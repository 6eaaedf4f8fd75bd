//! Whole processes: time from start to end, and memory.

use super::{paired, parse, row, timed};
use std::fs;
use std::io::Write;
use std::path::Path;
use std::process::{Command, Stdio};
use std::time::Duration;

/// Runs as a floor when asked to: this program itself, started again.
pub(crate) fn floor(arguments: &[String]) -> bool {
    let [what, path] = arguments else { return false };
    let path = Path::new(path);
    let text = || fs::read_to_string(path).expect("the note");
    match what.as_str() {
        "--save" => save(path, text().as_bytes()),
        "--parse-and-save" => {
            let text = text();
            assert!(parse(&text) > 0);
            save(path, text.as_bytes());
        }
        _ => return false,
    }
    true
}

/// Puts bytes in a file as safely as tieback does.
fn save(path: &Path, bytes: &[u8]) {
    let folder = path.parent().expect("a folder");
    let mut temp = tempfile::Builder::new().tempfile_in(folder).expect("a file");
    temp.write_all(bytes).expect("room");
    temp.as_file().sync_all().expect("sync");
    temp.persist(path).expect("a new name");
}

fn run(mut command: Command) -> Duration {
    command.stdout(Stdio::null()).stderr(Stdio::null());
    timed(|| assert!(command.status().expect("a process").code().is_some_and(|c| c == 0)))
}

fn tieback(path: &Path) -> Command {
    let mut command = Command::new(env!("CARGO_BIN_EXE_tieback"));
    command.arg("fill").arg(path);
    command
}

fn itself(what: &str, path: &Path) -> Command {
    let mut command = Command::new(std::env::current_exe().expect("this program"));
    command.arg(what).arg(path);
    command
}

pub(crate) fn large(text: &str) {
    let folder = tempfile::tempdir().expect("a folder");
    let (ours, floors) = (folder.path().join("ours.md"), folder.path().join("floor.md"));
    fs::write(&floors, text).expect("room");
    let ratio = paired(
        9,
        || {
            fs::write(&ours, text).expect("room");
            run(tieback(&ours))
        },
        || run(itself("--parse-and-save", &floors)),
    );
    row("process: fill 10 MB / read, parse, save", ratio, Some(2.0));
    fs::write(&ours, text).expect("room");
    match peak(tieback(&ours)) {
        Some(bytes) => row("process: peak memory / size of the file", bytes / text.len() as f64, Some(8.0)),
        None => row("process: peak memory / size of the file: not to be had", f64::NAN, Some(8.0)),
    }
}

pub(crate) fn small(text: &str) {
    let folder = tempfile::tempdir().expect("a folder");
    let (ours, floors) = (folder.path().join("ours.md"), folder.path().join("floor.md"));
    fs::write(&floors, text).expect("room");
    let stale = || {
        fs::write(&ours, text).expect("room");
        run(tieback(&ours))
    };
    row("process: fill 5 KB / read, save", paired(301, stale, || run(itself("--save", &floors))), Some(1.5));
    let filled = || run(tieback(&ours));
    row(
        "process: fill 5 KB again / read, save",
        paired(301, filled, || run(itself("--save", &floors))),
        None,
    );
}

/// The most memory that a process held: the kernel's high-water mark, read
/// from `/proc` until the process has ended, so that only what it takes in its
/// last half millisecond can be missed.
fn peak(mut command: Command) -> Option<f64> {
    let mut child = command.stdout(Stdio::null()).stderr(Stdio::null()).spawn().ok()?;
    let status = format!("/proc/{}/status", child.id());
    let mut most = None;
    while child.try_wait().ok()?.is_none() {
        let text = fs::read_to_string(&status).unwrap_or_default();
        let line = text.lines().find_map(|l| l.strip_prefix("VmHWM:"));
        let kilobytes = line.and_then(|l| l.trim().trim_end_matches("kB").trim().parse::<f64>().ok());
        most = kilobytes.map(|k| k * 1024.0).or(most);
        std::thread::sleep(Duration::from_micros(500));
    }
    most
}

● ● ●

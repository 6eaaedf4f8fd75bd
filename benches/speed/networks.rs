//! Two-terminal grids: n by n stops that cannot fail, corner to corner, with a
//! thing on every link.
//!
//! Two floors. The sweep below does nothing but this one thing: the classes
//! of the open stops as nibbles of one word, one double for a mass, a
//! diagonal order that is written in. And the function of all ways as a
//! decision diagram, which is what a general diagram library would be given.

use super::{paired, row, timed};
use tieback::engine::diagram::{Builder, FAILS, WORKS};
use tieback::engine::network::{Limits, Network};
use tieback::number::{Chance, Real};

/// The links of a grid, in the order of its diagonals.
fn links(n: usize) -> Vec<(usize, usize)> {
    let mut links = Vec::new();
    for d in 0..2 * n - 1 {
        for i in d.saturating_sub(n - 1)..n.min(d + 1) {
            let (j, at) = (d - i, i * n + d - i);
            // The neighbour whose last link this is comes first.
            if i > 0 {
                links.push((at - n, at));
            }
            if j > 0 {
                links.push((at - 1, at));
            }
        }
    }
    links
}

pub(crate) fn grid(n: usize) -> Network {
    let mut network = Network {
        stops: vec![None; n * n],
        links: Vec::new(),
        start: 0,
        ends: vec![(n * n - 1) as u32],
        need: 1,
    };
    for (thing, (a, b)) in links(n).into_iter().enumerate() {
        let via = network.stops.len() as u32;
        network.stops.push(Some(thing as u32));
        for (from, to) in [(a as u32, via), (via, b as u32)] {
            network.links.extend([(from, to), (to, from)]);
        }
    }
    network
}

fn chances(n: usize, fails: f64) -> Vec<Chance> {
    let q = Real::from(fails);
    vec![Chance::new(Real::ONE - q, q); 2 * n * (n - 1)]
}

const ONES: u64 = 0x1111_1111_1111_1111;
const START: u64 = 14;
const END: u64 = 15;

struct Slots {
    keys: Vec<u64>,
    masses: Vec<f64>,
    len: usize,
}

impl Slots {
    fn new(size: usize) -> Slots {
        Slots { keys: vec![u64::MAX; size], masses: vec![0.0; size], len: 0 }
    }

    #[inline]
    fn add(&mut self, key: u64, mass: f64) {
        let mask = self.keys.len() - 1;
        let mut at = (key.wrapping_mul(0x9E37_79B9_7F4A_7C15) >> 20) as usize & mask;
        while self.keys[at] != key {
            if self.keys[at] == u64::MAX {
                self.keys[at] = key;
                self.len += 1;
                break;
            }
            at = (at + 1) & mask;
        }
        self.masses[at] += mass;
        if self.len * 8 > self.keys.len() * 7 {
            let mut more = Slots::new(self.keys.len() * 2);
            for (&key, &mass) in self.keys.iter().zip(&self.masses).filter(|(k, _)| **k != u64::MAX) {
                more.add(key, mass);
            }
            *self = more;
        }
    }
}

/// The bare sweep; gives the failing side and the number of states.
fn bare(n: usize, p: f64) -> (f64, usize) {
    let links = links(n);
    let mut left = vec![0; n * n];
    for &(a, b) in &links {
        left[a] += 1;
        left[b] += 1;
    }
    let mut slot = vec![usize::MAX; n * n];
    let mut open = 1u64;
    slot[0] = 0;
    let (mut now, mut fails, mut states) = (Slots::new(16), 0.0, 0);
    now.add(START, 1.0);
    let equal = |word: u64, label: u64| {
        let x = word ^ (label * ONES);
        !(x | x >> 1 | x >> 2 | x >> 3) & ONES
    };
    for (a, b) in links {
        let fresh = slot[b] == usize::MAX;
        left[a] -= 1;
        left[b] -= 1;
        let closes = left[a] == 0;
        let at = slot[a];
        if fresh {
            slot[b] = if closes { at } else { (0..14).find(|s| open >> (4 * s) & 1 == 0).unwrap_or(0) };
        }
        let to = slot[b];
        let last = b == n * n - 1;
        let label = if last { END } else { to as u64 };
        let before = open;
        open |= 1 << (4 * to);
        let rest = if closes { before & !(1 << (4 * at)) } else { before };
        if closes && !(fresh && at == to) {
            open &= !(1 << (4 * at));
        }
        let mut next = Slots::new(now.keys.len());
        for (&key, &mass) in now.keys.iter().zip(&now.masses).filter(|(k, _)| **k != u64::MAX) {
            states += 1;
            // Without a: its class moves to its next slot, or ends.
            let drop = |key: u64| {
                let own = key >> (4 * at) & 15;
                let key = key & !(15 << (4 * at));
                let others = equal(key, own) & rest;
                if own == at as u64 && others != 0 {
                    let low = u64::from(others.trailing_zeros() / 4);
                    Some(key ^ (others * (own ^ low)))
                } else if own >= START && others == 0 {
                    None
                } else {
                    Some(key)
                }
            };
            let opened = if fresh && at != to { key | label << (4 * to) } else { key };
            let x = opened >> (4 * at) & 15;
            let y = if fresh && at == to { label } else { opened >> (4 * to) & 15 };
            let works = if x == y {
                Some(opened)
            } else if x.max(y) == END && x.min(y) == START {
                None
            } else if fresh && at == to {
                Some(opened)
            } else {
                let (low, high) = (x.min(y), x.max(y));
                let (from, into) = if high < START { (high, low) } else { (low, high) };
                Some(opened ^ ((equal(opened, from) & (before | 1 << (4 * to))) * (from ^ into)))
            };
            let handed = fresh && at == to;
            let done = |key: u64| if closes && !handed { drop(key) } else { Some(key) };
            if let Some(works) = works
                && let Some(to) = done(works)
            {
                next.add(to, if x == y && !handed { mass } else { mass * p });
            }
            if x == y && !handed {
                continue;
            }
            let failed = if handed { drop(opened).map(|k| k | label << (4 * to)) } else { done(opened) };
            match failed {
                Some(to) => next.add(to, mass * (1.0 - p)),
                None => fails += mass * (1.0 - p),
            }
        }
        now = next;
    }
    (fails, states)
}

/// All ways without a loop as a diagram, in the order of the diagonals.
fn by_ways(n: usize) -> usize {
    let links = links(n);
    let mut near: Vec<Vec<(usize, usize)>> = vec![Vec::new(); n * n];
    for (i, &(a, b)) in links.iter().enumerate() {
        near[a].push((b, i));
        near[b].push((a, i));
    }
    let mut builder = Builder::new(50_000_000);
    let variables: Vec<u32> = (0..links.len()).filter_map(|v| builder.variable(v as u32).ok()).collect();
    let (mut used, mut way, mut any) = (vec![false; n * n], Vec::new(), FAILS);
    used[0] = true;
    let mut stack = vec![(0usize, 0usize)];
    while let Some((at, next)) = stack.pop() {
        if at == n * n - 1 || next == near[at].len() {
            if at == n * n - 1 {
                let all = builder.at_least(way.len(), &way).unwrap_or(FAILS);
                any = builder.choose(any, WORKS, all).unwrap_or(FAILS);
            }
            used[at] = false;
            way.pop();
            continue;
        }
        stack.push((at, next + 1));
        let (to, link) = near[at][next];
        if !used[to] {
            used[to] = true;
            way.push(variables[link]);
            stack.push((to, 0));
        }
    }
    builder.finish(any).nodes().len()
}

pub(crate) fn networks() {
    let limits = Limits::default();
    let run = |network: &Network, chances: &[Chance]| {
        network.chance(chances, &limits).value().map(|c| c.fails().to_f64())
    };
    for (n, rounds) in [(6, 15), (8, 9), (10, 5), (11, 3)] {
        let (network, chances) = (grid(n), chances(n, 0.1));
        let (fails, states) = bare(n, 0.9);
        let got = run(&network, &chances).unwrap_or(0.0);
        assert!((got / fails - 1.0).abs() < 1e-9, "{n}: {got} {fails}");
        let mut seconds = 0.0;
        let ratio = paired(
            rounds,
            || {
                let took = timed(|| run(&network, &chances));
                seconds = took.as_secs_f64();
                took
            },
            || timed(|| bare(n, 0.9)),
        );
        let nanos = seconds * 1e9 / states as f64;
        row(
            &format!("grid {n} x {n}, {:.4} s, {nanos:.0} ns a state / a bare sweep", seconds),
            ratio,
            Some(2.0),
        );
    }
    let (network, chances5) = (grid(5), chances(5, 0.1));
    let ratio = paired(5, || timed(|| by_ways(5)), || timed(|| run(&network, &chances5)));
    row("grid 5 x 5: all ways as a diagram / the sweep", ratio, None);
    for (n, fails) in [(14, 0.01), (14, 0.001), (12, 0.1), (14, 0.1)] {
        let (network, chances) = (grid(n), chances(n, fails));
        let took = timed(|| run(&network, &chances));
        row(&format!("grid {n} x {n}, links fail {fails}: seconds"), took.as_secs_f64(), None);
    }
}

● ● ●

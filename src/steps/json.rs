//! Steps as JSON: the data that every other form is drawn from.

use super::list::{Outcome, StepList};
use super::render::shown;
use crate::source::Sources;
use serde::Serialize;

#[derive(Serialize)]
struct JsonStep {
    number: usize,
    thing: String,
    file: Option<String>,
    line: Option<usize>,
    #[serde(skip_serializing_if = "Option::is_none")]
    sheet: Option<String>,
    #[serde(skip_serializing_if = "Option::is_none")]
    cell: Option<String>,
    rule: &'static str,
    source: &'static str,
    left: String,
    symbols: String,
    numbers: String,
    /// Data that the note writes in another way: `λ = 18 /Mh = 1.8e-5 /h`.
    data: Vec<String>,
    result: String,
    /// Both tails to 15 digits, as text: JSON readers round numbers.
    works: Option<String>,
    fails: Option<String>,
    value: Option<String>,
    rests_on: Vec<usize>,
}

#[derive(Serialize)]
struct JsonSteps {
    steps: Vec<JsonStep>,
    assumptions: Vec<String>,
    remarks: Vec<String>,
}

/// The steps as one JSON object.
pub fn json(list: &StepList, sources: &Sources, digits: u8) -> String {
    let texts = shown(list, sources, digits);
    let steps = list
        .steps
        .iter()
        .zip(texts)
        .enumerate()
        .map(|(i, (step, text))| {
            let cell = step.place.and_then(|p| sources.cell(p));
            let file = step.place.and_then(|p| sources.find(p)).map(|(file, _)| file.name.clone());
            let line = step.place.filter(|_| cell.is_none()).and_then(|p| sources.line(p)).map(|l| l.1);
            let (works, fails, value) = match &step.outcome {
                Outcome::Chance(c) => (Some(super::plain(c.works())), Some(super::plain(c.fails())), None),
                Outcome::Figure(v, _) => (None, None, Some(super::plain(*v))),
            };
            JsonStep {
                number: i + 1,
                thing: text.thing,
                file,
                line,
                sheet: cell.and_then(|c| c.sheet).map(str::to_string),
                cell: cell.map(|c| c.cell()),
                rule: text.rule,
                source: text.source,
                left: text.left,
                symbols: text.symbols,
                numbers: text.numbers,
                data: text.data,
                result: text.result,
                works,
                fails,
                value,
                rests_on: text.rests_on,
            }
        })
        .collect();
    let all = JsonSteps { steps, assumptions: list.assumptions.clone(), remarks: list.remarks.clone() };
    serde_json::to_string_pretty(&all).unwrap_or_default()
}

● ● ●

▶ _Exercise objective_
For each line of the material that contains the word "null", make a copy.

▶ _Answer to the exercise_
    command.stdout(Stdio::null()).stderr(Stdio::null());
    let mut child = command.stdout(Stdio::null()).stderr(Stdio::null()).spawn().ok()?;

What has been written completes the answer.